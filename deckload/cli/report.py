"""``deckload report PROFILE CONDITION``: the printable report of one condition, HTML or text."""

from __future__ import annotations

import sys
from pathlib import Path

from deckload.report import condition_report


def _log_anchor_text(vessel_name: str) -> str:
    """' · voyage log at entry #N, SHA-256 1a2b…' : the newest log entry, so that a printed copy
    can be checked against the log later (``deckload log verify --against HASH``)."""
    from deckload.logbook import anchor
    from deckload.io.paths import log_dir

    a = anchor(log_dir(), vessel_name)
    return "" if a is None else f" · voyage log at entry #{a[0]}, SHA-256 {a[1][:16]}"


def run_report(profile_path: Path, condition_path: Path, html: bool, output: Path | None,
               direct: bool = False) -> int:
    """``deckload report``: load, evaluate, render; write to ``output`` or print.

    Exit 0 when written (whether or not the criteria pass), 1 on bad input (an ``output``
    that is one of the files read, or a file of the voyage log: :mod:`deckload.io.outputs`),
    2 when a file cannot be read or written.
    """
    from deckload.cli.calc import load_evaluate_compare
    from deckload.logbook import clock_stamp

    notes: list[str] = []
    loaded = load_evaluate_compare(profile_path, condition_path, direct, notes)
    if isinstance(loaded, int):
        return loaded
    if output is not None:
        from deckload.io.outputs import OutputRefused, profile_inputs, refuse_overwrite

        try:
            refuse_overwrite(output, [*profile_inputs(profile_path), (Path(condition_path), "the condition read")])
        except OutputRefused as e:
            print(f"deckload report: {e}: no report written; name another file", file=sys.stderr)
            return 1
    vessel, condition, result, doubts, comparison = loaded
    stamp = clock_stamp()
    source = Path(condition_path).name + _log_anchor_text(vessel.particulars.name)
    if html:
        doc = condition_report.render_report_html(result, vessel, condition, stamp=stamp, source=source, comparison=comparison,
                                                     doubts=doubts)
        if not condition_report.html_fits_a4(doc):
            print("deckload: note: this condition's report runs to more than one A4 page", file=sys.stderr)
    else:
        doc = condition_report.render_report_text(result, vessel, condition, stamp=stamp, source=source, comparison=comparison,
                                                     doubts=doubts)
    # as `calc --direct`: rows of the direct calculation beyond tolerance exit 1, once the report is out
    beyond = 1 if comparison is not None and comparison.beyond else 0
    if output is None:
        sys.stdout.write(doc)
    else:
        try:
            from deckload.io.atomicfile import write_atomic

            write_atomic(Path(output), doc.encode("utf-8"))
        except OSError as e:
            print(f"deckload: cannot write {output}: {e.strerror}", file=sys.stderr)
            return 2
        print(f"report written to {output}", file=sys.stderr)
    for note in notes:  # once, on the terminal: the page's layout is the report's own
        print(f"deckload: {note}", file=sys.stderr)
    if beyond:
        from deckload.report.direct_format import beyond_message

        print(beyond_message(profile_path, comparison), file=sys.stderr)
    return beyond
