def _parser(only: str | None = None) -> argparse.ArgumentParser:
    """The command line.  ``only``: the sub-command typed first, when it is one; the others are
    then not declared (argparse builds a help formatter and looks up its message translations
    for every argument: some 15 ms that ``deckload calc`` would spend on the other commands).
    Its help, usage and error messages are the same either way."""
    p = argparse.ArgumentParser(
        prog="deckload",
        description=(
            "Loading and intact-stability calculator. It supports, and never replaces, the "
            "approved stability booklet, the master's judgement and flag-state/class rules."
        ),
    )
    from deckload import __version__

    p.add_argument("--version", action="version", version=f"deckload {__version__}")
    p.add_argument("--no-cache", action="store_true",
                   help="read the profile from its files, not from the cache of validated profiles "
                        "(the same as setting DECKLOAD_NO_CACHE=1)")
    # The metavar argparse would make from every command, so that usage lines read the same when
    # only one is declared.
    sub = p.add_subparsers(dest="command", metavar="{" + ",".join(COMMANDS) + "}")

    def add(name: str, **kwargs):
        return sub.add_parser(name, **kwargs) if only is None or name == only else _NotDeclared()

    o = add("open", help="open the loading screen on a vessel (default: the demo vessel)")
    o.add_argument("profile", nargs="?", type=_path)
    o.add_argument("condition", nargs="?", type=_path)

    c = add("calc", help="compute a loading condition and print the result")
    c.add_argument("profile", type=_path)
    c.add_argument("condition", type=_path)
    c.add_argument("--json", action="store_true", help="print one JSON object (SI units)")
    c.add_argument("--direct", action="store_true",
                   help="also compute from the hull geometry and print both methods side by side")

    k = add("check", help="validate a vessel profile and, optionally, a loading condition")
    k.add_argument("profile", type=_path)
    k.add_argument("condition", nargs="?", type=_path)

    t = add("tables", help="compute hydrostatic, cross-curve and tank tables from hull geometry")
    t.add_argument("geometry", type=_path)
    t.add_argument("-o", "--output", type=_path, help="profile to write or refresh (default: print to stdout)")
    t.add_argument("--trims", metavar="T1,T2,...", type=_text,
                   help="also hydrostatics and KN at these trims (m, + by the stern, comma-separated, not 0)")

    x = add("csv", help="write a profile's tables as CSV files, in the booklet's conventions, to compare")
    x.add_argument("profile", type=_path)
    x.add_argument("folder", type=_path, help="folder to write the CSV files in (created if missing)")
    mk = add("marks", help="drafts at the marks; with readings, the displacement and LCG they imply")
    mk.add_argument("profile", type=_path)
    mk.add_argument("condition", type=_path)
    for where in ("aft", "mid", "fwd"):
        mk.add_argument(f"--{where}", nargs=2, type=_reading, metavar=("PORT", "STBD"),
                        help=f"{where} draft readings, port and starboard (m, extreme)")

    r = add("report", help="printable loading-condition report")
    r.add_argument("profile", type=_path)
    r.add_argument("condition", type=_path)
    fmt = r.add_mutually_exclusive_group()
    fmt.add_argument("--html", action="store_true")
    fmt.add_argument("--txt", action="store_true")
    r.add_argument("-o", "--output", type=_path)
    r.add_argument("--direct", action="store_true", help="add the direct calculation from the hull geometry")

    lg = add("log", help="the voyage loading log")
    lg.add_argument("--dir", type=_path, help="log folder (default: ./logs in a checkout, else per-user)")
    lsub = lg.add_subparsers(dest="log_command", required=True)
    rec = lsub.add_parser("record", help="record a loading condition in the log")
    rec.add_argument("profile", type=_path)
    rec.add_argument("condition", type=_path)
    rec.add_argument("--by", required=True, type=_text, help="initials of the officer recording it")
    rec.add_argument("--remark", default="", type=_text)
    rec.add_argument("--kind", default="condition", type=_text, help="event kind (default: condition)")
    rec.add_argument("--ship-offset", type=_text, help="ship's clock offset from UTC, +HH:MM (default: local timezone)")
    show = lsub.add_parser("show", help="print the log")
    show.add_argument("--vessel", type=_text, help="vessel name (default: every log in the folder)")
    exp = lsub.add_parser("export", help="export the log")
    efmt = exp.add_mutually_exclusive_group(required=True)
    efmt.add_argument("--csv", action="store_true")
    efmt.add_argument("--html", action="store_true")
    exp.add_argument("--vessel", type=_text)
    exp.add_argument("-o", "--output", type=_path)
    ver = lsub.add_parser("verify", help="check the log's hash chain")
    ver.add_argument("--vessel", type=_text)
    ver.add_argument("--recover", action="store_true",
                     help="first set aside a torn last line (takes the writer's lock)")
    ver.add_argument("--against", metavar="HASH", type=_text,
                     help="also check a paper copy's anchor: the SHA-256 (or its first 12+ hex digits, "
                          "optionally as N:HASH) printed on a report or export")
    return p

____________

• [Your objective]: Retype word for word everything in the listing above from the line that holds "bool, output: Path" down to the line that holds "that is one". Keep both end lines and leave out the rest.

• [Solution for this task]:
def run_report(profile_path: Path, condition_path: Path, html: bool, output: Path | None,
               direct: bool = False) -> int:
    """``deckload report``: load, evaluate, render; write to ``output`` or print.

    Exit 0 when written (whether or not the criteria pass), 1 on bad input (an ``output``
    that is one of the files read, or a file of the voyage log: :mod:`deckload.io.outputs`),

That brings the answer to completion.